#### ABOUT THIS TASK:
Could you set down all of the data again, exactly as it stands?
Top of RECORD SET
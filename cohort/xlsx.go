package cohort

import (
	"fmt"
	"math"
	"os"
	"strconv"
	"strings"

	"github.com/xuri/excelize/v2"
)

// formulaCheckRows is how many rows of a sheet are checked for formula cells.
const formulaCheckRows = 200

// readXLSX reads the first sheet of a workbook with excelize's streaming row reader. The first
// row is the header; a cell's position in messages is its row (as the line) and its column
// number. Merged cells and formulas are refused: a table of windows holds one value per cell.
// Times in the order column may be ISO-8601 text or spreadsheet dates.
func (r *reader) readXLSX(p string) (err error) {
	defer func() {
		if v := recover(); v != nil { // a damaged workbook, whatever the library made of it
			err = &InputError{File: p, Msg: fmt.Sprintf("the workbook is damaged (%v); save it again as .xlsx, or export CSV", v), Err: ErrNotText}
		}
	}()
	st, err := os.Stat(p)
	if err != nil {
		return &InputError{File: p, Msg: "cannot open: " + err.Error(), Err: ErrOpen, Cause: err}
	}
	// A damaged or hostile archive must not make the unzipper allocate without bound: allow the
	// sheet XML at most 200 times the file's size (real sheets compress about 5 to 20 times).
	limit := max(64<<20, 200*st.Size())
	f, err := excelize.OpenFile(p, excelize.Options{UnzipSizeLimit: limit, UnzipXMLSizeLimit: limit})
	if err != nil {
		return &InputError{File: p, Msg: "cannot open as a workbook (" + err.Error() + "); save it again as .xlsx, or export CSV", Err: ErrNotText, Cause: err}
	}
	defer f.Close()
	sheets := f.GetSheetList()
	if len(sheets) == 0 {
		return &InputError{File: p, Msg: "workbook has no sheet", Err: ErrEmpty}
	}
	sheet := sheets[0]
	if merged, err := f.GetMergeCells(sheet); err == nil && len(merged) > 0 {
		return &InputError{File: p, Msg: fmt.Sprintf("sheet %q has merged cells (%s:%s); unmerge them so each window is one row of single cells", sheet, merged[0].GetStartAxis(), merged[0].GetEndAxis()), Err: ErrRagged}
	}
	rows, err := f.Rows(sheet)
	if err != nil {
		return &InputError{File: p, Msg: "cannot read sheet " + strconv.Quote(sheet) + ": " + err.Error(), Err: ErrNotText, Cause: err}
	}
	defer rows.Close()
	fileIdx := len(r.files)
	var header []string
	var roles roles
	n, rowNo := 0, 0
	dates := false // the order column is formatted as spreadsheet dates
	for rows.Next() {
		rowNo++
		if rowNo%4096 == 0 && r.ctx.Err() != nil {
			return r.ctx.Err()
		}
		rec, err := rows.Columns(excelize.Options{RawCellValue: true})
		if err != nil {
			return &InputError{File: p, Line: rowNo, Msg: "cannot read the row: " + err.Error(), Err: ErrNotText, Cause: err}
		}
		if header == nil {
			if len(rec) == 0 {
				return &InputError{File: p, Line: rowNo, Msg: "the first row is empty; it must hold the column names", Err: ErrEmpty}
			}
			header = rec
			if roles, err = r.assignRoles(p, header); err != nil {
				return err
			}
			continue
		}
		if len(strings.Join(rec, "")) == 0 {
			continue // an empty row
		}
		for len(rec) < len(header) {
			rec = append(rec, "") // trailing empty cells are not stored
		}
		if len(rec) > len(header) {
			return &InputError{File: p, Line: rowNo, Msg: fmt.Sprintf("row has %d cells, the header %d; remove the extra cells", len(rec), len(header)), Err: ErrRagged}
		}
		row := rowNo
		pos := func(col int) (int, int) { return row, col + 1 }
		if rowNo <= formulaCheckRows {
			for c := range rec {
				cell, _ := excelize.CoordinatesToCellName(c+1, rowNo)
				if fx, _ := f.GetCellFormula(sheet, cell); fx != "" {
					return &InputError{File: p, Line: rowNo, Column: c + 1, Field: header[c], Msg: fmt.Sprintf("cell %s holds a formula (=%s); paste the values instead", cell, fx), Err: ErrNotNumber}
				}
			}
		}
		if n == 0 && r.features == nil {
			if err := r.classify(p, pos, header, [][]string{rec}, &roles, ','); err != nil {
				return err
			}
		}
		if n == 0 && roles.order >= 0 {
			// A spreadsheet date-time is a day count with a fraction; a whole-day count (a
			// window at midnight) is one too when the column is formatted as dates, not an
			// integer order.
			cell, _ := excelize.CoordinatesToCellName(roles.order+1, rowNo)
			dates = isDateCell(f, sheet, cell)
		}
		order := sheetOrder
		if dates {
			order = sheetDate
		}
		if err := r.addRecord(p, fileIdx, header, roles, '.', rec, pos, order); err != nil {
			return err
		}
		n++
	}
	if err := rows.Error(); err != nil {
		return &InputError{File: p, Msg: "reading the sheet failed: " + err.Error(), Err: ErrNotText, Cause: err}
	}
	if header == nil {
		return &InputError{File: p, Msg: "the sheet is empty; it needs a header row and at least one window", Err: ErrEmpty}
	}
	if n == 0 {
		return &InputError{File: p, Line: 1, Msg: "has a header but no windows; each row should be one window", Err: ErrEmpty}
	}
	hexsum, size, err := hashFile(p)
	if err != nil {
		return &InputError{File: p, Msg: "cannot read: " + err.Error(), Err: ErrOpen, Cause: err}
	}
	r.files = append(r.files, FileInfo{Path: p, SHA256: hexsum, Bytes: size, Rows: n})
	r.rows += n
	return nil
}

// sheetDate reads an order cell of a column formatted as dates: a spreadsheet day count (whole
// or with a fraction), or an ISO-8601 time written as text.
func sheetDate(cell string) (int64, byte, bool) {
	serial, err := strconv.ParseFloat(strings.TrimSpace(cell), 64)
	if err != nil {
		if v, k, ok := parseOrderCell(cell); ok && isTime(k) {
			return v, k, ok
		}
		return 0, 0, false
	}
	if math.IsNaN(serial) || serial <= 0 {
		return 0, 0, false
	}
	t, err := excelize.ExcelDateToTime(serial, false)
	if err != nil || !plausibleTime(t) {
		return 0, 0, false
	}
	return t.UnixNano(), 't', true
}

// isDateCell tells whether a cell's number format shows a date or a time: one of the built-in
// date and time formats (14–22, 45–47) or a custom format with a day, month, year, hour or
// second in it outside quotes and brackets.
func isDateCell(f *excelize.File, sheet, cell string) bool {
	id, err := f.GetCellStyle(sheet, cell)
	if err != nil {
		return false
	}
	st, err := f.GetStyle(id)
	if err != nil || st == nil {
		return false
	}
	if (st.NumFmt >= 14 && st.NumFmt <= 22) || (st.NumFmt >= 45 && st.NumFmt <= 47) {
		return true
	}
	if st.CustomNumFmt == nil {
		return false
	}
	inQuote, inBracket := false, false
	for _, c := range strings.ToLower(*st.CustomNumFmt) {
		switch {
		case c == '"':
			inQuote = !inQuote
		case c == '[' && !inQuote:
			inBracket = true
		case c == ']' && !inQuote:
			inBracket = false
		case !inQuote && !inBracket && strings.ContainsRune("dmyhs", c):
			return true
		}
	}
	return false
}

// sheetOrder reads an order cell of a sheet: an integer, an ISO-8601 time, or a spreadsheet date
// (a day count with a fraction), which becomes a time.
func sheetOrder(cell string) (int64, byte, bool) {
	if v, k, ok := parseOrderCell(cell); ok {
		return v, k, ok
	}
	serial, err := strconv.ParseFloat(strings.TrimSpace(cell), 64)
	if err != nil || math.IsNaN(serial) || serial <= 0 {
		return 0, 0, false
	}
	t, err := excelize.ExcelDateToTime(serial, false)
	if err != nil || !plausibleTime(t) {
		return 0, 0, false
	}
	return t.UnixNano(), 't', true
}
Bottom of RECORD SET
#### EXERCISE OUTPUT:
filename cohort/xlsx.go
package cohort

import (
	"fmt"
	"math"
	"os"
	"strconv"
	"strings"

	"github.com/xuri/excelize/v2"
)

// formulaCheckRows is how many rows of a sheet are checked for formula cells.
const formulaCheckRows = 200

// readXLSX reads the first sheet of a workbook with excelize's streaming row reader. The first
// row is the header; a cell's position in messages is its row (as the line) and its column
// number. Merged cells and formulas are refused: a table of windows holds one value per cell.
// Times in the order column may be ISO-8601 text or spreadsheet dates.
func (r *reader) readXLSX(p string) (err error) {
	defer func() {
		if v := recover(); v != nil { // a damaged workbook, whatever the library made of it
			err = &InputError{File: p, Msg: fmt.Sprintf("the workbook is damaged (%v); save it again as .xlsx, or export CSV", v), Err: ErrNotText}
		}
	}()
	st, err := os.Stat(p)
	if err != nil {
		return &InputError{File: p, Msg: "cannot open: " + err.Error(), Err: ErrOpen, Cause: err}
	}
	// A damaged or hostile archive must not make the unzipper allocate without bound: allow the
	// sheet XML at most 200 times the file's size (real sheets compress about 5 to 20 times).
	limit := max(64<<20, 200*st.Size())
	f, err := excelize.OpenFile(p, excelize.Options{UnzipSizeLimit: limit, UnzipXMLSizeLimit: limit})
	if err != nil {
		return &InputError{File: p, Msg: "cannot open as a workbook (" + err.Error() + "); save it again as .xlsx, or export CSV", Err: ErrNotText, Cause: err}
	}
	defer f.Close()
	sheets := f.GetSheetList()
	if len(sheets) == 0 {
		return &InputError{File: p, Msg: "workbook has no sheet", Err: ErrEmpty}
	}
	sheet := sheets[0]
	if merged, err := f.GetMergeCells(sheet); err == nil && len(merged) > 0 {
		return &InputError{File: p, Msg: fmt.Sprintf("sheet %q has merged cells (%s:%s); unmerge them so each window is one row of single cells", sheet, merged[0].GetStartAxis(), merged[0].GetEndAxis()), Err: ErrRagged}
	}
	rows, err := f.Rows(sheet)
	if err != nil {
		return &InputError{File: p, Msg: "cannot read sheet " + strconv.Quote(sheet) + ": " + err.Error(), Err: ErrNotText, Cause: err}
	}
	defer rows.Close()
	fileIdx := len(r.files)
	var header []string
	var roles roles
	n, rowNo := 0, 0
	dates := false // the order column is formatted as spreadsheet dates
	for rows.Next() {
		rowNo++
		if rowNo%4096 == 0 && r.ctx.Err() != nil {
			return r.ctx.Err()
		}
		rec, err := rows.Columns(excelize.Options{RawCellValue: true})
		if err != nil {
			return &InputError{File: p, Line: rowNo, Msg: "cannot read the row: " + err.Error(), Err: ErrNotText, Cause: err}
		}
		if header == nil {
			if len(rec) == 0 {
				return &InputError{File: p, Line: rowNo, Msg: "the first row is empty; it must hold the column names", Err: ErrEmpty}
			}
			header = rec
			if roles, err = r.assignRoles(p, header); err != nil {
				return err
			}
			continue
		}
		if len(strings.Join(rec, "")) == 0 {
			continue // an empty row
		}
		for len(rec) < len(header) {
			rec = append(rec, "") // trailing empty cells are not stored
		}
		if len(rec) > len(header) {
			return &InputError{File: p, Line: rowNo, Msg: fmt.Sprintf("row has %d cells, the header %d; remove the extra cells", len(rec), len(header)), Err: ErrRagged}
		}
		row := rowNo
		pos := func(col int) (int, int) { return row, col + 1 }
		if rowNo <= formulaCheckRows {
			for c := range rec {
				cell, _ := excelize.CoordinatesToCellName(c+1, rowNo)
				if fx, _ := f.GetCellFormula(sheet, cell); fx != "" {
					return &InputError{File: p, Line: rowNo, Column: c + 1, Field: header[c], Msg: fmt.Sprintf("cell %s holds a formula (=%s); paste the values instead", cell, fx), Err: ErrNotNumber}
				}
			}
		}
		if n == 0 && r.features == nil {
			if err := r.classify(p, pos, header, [][]string{rec}, &roles, ','); err != nil {
				return err
			}
		}
		if n == 0 && roles.order >= 0 {
			// A spreadsheet date-time is a day count with a fraction; a whole-day count (a
			// window at midnight) is one too when the column is formatted as dates, not an
			// integer order.
			cell, _ := excelize.CoordinatesToCellName(roles.order+1, rowNo)
			dates = isDateCell(f, sheet, cell)
		}
		order := sheetOrder
		if dates {
			order = sheetDate
		}
		if err := r.addRecord(p, fileIdx, header, roles, '.', rec, pos, order); err != nil {
			return err
		}
		n++
	}
	if err := rows.Error(); err != nil {
		return &InputError{File: p, Msg: "reading the sheet failed: " + err.Error(), Err: ErrNotText, Cause: err}
	}
	if header == nil {
		return &InputError{File: p, Msg: "the sheet is empty; it needs a header row and at least one window", Err: ErrEmpty}
	}
	if n == 0 {
		return &InputError{File: p, Line: 1, Msg: "has a header but no windows; each row should be one window", Err: ErrEmpty}
	}
	hexsum, size, err := hashFile(p)
	if err != nil {
		return &InputError{File: p, Msg: "cannot read: " + err.Error(), Err: ErrOpen, Cause: err}
	}
	r.files = append(r.files, FileInfo{Path: p, SHA256: hexsum, Bytes: size, Rows: n})
	r.rows += n
	return nil
}

// sheetDate reads an order cell of a column formatted as dates: a spreadsheet day count (whole
// or with a fraction), or an ISO-8601 time written as text.
func sheetDate(cell string) (int64, byte, bool) {
	serial, err := strconv.ParseFloat(strings.TrimSpace(cell), 64)
	if err != nil {
		if v, k, ok := parseOrderCell(cell); ok && isTime(k) {
			return v, k, ok
		}
		return 0, 0, false
	}
	if math.IsNaN(serial) || serial <= 0 {
		return 0, 0, false
	}
	t, err := excelize.ExcelDateToTime(serial, false)
	if err != nil || !plausibleTime(t) {
		return 0, 0, false
	}
	return t.UnixNano(), 't', true
}

// isDateCell tells whether a cell's number format shows a date or a time: one of the built-in
// date and time formats (14–22, 45–47) or a custom format with a day, month, year, hour or
// second in it outside quotes and brackets.
func isDateCell(f *excelize.File, sheet, cell string) bool {
	id, err := f.GetCellStyle(sheet, cell)
	if err != nil {
		return false
	}
	st, err := f.GetStyle(id)
	if err != nil || st == nil {
		return false
	}
	if (st.NumFmt >= 14 && st.NumFmt <= 22) || (st.NumFmt >= 45 && st.NumFmt <= 47) {
		return true
	}
	if st.CustomNumFmt == nil {
		return false
	}
	inQuote, inBracket := false, false
	for _, c := range strings.ToLower(*st.CustomNumFmt) {
		switch {
		case c == '"':
			inQuote = !inQuote
		case c == '[' && !inQuote:
			inBracket = true
		case c == ']' && !inQuote:
			inBracket = false
		case !inQuote && !inBracket && strings.ContainsRune("dmyhs", c):
			return true
		}
	}
	return false
}

// sheetOrder reads an order cell of a sheet: an integer, an ISO-8601 time, or a spreadsheet date
// (a day count with a fraction), which becomes a time.
func sheetOrder(cell string) (int64, byte, bool) {
	if v, k, ok := parseOrderCell(cell); ok {
		return v, k, ok
	}
	serial, err := strconv.ParseFloat(strings.TrimSpace(cell), 64)
	if err != nil || math.IsNaN(serial) || serial <= 0 {
		return 0, 0, false
	}
	t, err := excelize.ExcelDateToTime(serial, false)
	if err != nil || !plausibleTime(t) {
		return 0, 0, false
	}
	return t.UnixNano(), 't', true
}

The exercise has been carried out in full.